Some of the parameters such as 500bp and 10bp are arbitrarily chosen, if you are interested in adjusting these default parameters let us know.

The sequence for the upstream and downstream, exons, and intron sequences shown in the feature details.
Figure: The sequence for the upstream and downstream, exons, and intron sequences shown in the feature details.

Using the plugin store

Users can add plugins to their session using the in-app plugin store. The plugin will be added to your "session" which can be shared with the share button (or if you are an admin running the admin-server, then it will be added to the config file).

This can add extra functions, tracks, or many other interesting features. For example, if you add the CIVIC plugin, it will automatically add a track that contains the CIVIC cancer gene annotations to hg19.

Note

Not all plugins are directly useful from being added, and require hand-editing of the configuration file to be useful.
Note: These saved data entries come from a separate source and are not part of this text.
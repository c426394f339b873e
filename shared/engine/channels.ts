/**
 * The channel computation behind the CLI and `POST /api/channels`: validate a request, take the
 * sample's lab-frame χ(N) (cached per group, cut, order), and apply rules 4–7 of the contract.
 * Lab frame (z = outward normal, x = reference); m = projection on +z; angles in degrees.
 *
 * Speed: what depends on one part of the request only — the pump with the order (projections,
 * sums, its description), the structure (distinct mirror lines, its step text), the sample (Q as
 * text) and rule 4's m for (pump, order, Q, n, window) — is memoised in bounded tables of frozen
 * records; every response is built from fresh arrays and objects, so a caller may change it freely.
 */
import type { ChannelRequest } from './request'
import type { Multipole, NormalEmission } from './selection-rules'
import type { CircularHandedness, PumpSpec } from './pump'
import type { Parity } from './mirror-parity'
import type { SampleTensor } from './sample-tensor'
import type { ChannelExplainInput } from './explain'
import { parseChannelRequest } from './request'
import { prepareSampleTensor, sampleParityAt } from './sample-tensor'
import { describeCircularHandedness, describePump, pumpParity, pumpProjections, signedList } from './pump'
import { allowedFromSums, findAllowedMultipoles, findNormalEmission, harmonicParity, sumProjections } from './selection-rules'
import { normalizeMirror } from './structure'
import { describeStructureStep, explainRuleSteps, explainSample, formatSymmetricSet } from './explain'
import { BoundedCache } from './bounded-cache'
import { ENGINE_VERSION } from './version'

/** Parity of the harmonic under one structure mirror (only where rule 5 applies). */
export interface MirrorParityEntry {
  /** Mirror azimuth in degrees, as given in the request. */
  mirror: number
  sign: 1 | -1
}

/** The answer for one request. Fields `q` … `explain` are the CLI contract; the rest are extras. */
export interface ChannelResponse {
  /** Cylindrical content Q of the lab-frame tensor, ascending. */
  q: number[]
  /** Allowed projections m of the harmonic (rule 4), ascending, |m| ≤ window. */
  m: number[]
  /** Rule 5, one entry per request mirror where both parities are defined. */
  parity: MirrorParityEntry[]
  /** Rule 6. `polarizationDeg`: output polarisation fixed by a parity rule (if consistent). */
  normalEmission: NormalEmission & { polarizationDeg?: number; suppressedByParity?: boolean }
  /** Rule 7: allowed multipoles, ordered by l, then m, then E before M. */
  multipoles: Multipole[]
  /** Derivation steps in plain language. */
  explain: string[]
  engineVersion: string
  /** Weight of each q (sums to 1). */
  qWeights: { q: number; weight: number }[]
  /** For a circular pump: the physical handedness words of its m. */
  pumpHandedness?: CircularHandedness
}

/** Validate `request` (throws EngineError with `field`) and compute its harmonic channels. */
export function computeChannels(request: unknown): ChannelResponse {
  return evaluateChannels(parseChannelRequest(request))
}

/** What a (pump, order) pair fixes for every evaluation: its projections, their N-fold sums, texts. */
interface PumpOrderFacts {
  /** Serial number of this record (part of the keys of {@link allowedMemo}). */
  id: number
  projections: readonly number[]
  sums: readonly number[]
  sumsText: string
  pumpText: string
}

/** What a structure (rotation order, mirror list) fixes: its distinct mirror lines and the step text. */
interface StructureFacts {
  rotationOrder: number
  /** A private copy of the mirror list the record was made for. */
  mirrors: readonly number[]
  /** Positions in the mirror list of the first mirror of each distinct line. */
  picks: readonly number[]
  /** `normalizeMirror` of each picked mirror. */
  lines: readonly number[]
  text: string
}

/** What a sample fixes for the rules: Q printed as a symmetric set, and a small number naming Q. */
interface SampleFacts {
  qText: string
  /** Serial number of this Q among the Q seen so far (−1 once too many were seen). */
  qId: number
}

/** Rule 4's answer for (pump sums, Q, n, window): m, ascending, and m printed with signs. */
interface AllowedM {
  m: readonly number[]
  text: string
}

const MEMO_LIMIT = 4096
/** Longer mirror lists or explicit pump m lists are not memoised, so no entry can grow large. */
const MAX_MEMO_LIST = 64
const pumpMemo = new BoundedCache<string, PumpOrderFacts>(MEMO_LIMIT)
const structureMemo = new BoundedCache<string, StructureFacts>(MEMO_LIMIT)
/** Direct-mapped front of `structureMemo`: a slot holds the last structure hashed to it. */
const STRUCTURE_SLOTS = 256
const recentStructures: (StructureFacts | undefined)[] = new Array(STRUCTURE_SLOTS).fill(undefined)

/**
 * Rule 4 answers under one number: ((pump-facts id · 2^13 + Q id) · 2^9 + n) · 2^7 + window, which
 * stays below 2^53 while ids are below 2^24. Ids are handed out afresh only after this memo is
 * emptied together with every record that carries an id.
 */
const allowedMemo = new BoundedCache<number, AllowedM>(MEMO_LIMIT)
const MAX_PUMP_FACTS_IDS = 2 ** 24
const MAX_Q_IDS = 2 ** 13
let nextPumpFactsId = 0
/** Q as `q.join(',')` → id (Q ⊂ {−6 … 6} because |q| ≤ rank ≤ 6, so a few dozen in practice). */
const qIds = new Map<string, number>()
let sampleFactsOf = new WeakMap<SampleTensor, SampleFacts>()

/** Empty the memos of {@link evaluateChannels} (tests compare cold and warm answers). */
export function clearChannelMemos(): void {
  pumpMemo.clear()
  structureMemo.clear()
  recentStructures.fill(undefined)
  forgetIds()
}

/** Empty every memo keyed by ids, and the records carrying them, so ids can start again at 0. */
function forgetIds(): void {
  allowedMemo.clear()
  pumpMemo.clear()
  nextPumpFactsId = 0
  qIds.clear()
  sampleFactsOf = new WeakMap()
}

/**
 * A key that tells pumps apart wherever their projections, sums or description differ, or
 * undefined for a pump whose fields are not of the validated types, or whose m list is long (such a
 * pump is not memoised).
 */
function pumpKey(pump: PumpSpec, order: number): string | undefined {
  switch (pump.type) {
    case 'circular': return typeof pump.m === 'number' ? `c|${pump.m}|${order}` : undefined
    case 'linear': return typeof pump.angle === 'number' ? `l|${pump.angle}|${order}` : undefined
    case 'vortex': return typeof pump.spin === 'number' && typeof pump.charge === 'number' ? `v|${pump.spin}|${pump.charge}|${order}` : undefined
    case 'explicit': {
      const { m, parity } = pump
      if (!Array.isArray(m) || m.length > MAX_MEMO_LIST || !m.every(isNumber)) return undefined
      if (parity === undefined) return `x|${m.join(',')}|-|${order}`
      return typeof parity.mirror === 'number' && typeof parity.sign === 'number' ? `x|${m.join(',')}|${parity.mirror}|${parity.sign}|${order}` : undefined
    }
    case 'elliptical':
    case 'radial':
    case 'azimuthal': return `${pump.type}|${order}`
    default: return undefined
  }
}

function isNumber(v: unknown): boolean {
  return typeof v === 'number'
}

function pumpOrderFacts(pump: PumpSpec, order: number): PumpOrderFacts {
  const key = typeof order === 'number' ? pumpKey(pump, order) : undefined
  const hit = key === undefined ? undefined : pumpMemo.get(key)
  if (hit) return hit
  if (nextPumpFactsId >= MAX_PUMP_FACTS_IDS) forgetIds()
  const projections = Object.freeze(pumpProjections(pump))
  const sums = Object.freeze(sumProjections(projections, order))
  const facts: PumpOrderFacts = Object.freeze({
    id: key === undefined ? -1 : nextPumpFactsId++, projections, sums, sumsText: signedList(sums), pumpText: describePump(pump),
  })
  return key === undefined ? facts : pumpMemo.set(key, facts)
}

function structureFacts(rotationOrder: number, mirrors: readonly number[]): StructureFacts {
  const slot = structureSlot(rotationOrder, mirrors)
  const seen = slot < 0 ? undefined : recentStructures[slot]
  if (seen !== undefined && isSameStructure(seen, rotationOrder, mirrors)) return seen
  if (slot < 0) return describeStructure(rotationOrder, mirrors)
  const key = `${rotationOrder}|${mirrors.join(',')}`
  const facts = structureMemo.get(key) ?? structureMemo.set(key, describeStructure(rotationOrder, mirrors))
  recentStructures[slot] = facts
  return facts
}

/**
 * Slot of a structure, or −1 when a mirror (or n) is not a number, holes too, or the list is long:
 * those are not memoised.
 */
function structureSlot(rotationOrder: number, mirrors: readonly number[]): number {
  if (typeof rotationOrder !== 'number' || mirrors.length > MAX_MEMO_LIST) return -1
  let h = Math.imul(rotationOrder | 0, 0x9e3779b1) ^ mirrors.length
  for (let i = 0; i < mirrors.length; i++) {
    const v = mirrors[i]
    if (typeof v !== 'number') return -1
    h = Math.imul(h ^ ((v * 1024) | 0), 0x85ebca6b)
  }
  return (h ^ (h >>> 15)) & (STRUCTURE_SLOTS - 1)
}

/** Same rotation order and mirror list (===, which implies the same key string). */
function isSameStructure(f: StructureFacts, rotationOrder: number, mirrors: readonly number[]): boolean {
  if (f.rotationOrder !== rotationOrder || f.mirrors.length !== mirrors.length) return false
  for (let i = 0; i < mirrors.length; i++) if (f.mirrors[i] !== mirrors[i]) return false
  return true
}

function describeStructure(rotationOrder: number, mirrors: readonly number[]): StructureFacts {
  const picks: number[] = []
  const lines: number[] = []
  const seen = new Set<number>()
  for (let i = 0; i < mirrors.length; i++) {
    if (!(i in mirrors)) continue
    const k = normalizeMirror(mirrors[i])
    if (seen.has(k)) continue
    seen.add(k)
    picks.push(i)
    lines.push(k)
  }
  const text = describeStructureStep(rotationOrder, mirrors.length, picks.map((i) => mirrors[i]))
  return Object.freeze({
    rotationOrder, mirrors: Object.freeze(mirrors.slice()), picks: Object.freeze(picks), lines: Object.freeze(lines), text,
  })
}

function sampleFacts(sample: SampleTensor): SampleFacts {
  let facts = sampleFactsOf.get(sample)
  if (facts === undefined) {
    const q = sample.content.q
    const qKey = q.join(',')
    let id = qIds.get(qKey)
    if (id === undefined && qIds.size < MAX_Q_IDS) qIds.set(qKey, (id = qIds.size))
    facts = Object.freeze({ qText: q.length ? formatSymmetricSet(q) : '', qId: id ?? -1 })
    sampleFactsOf.set(sample, facts)
  }
  return facts
}

/**
 * Rule 4 for (pump, order) × Q × n × window, memoised under one number when every part is a small
 * non-negative integer (all validated requests); other inputs are computed each time.
 */
function allowedM(pumpFacts: PumpOrderFacts, q: readonly number[], qId: number, n: number, window: number): AllowedM {
  const memo = pumpFacts.id >= 0 && qId >= 0 && Number.isInteger(n) && n >= 0 && n < 512 && Number.isInteger(window) && window >= 0 && window < 128
  const key = memo ? ((pumpFacts.id * MAX_Q_IDS + qId) * 512 + n) * 128 + window : -1
  if (memo) {
    const hit = allowedMemo.get(key)
    if (hit) return hit
  }
  // m stays a plain array (copying a frozen one is slow); it is private: callers get copies.
  const m = allowedFromSums(pumpFacts.sums, q, n, window)
  const found: AllowedM = Object.freeze({ m, text: m.length ? signedList(m) : 'none' })
  if (memo) allowedMemo.set(key, found)
  return found
}

/** Compute the channels of an already validated request. */
export function evaluateChannels(req: ChannelRequest): ChannelResponse {
  const { crystal, pump, order } = req
  const sample = prepareSampleTensor({
    pointGroup: crystal.pointGroup, normal: crystal.normal, reference: crystal.reference, azimuthDeg: crystal.azimuthDeg,
    order, surface: req.surface, symmetry: req.kleinman ? 'kleinman' : 'intrinsic',
  })
  const q = sample.content.q
  const facts = pumpOrderFacts(pump, order) // before sampleFacts: running out of ids renews both
  const qFacts = sampleFacts(sample)
  const n = req.structure.rotationOrder
  const allowed = allowedM(facts, q, qFacts.qId, n, req.window)
  const m = allowed.m.slice()
  const structure = structureFacts(n, req.structure.mirrors)
  const mirrors: ChannelExplainInput['mirrors'][number][] = []
  const parity: MirrorParityEntry[] = []
  for (let i = 0; i < structure.picks.length; i++) {
    const mirror = req.structure.mirrors[structure.picks[i]]
    const tensor = q.length ? sampleParityAt(sample, structure.lines[i]) : (0 as Parity)
    const pumpP = pumpParity(pump, mirror)
    const result = harmonicParity(tensor, pumpP, order)
    mirrors.push({ mirror, tensor, pump: pumpP, result })
    if (result !== 0) parity.push({ mirror, sign: result as 1 | -1 })
  }
  const normalEmission: ChannelResponse['normalEmission'] = findNormalEmission(m, pump.type === 'circular' ? pump.m : undefined)
  if (normalEmission.m.length === 2 && parity.length > 0) {
    const lines = new Set(parity.map((p) => normalizeMirror(p.sign === 1 ? p.mirror : p.mirror + 90)))
    if (lines.size === 1) normalEmission.polarizationDeg = [...lines][0]
    else normalEmission.suppressedByParity = true
  }
  const multipoles = findAllowedMultipoles(m, parity.map((p) => p.sign), req.lmax)
  const explain = explainSample(sample, crystal).slice()
  const steps = explainRuleSteps({
    pump, order, pumpSums: facts.sums, q, rotationOrder: n, mirrorCount: req.structure.mirrors.length,
    window: req.window, allowedM: m, mirrors, normalEmission, multipoles, lmax: req.lmax,
  }, { pump: facts.pumpText, structure: structure.text, pumpSums: facts.sumsText, q: qFacts.qText, allowedM: allowed.text })
  for (let i = 0; i < steps.length; i++) explain.push(steps[i])
  const weights = sample.content.weights
  const qWeights: ChannelResponse['qWeights'] = new Array(weights.length)
  for (let i = 0; i < weights.length; i++) qWeights[i] = { q: weights[i].q, weight: weights[i].weight }
  const response: ChannelResponse = { q: q.slice(), m, parity, normalEmission, multipoles, explain, engineVersion: ENGINE_VERSION, qWeights }
  if (pump.type === 'circular') response.pumpHandedness = describeCircularHandedness(pump.m)
  return response
}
If you would like to use such a plugin and do not have access to the configuration file, contact your administrator.

Screenshot showing the plugin store inside the app.
Figure: Screenshot showing the plugin store inside the app.

Using the bookmark widget

The "bookmark widget" can store lists of interesting regions that you might like to easily revisit.

Clicking and dragging on a region can be used to create a bookmark.
Figure: Clicking and dragging on a region can be used to create a bookmark.

The bookmark stores a list of single regions (chromosome, start, and end coordinate), and clicking on the regions in the bookmark widget will launch a linear genome view at that region.

You can also import a list of regions from a BED file.

Importing a list of regions from a BED file.
Figure: Importing a list of regions from a BED file.
Note

You can add "notes" for your list of regions by double clicking on the label field to easily "annotate" your datasets.

Screenshot editing description.
Figure: Screenshot editing description.

Finally, you can export your list of regions to a BED file or TSV.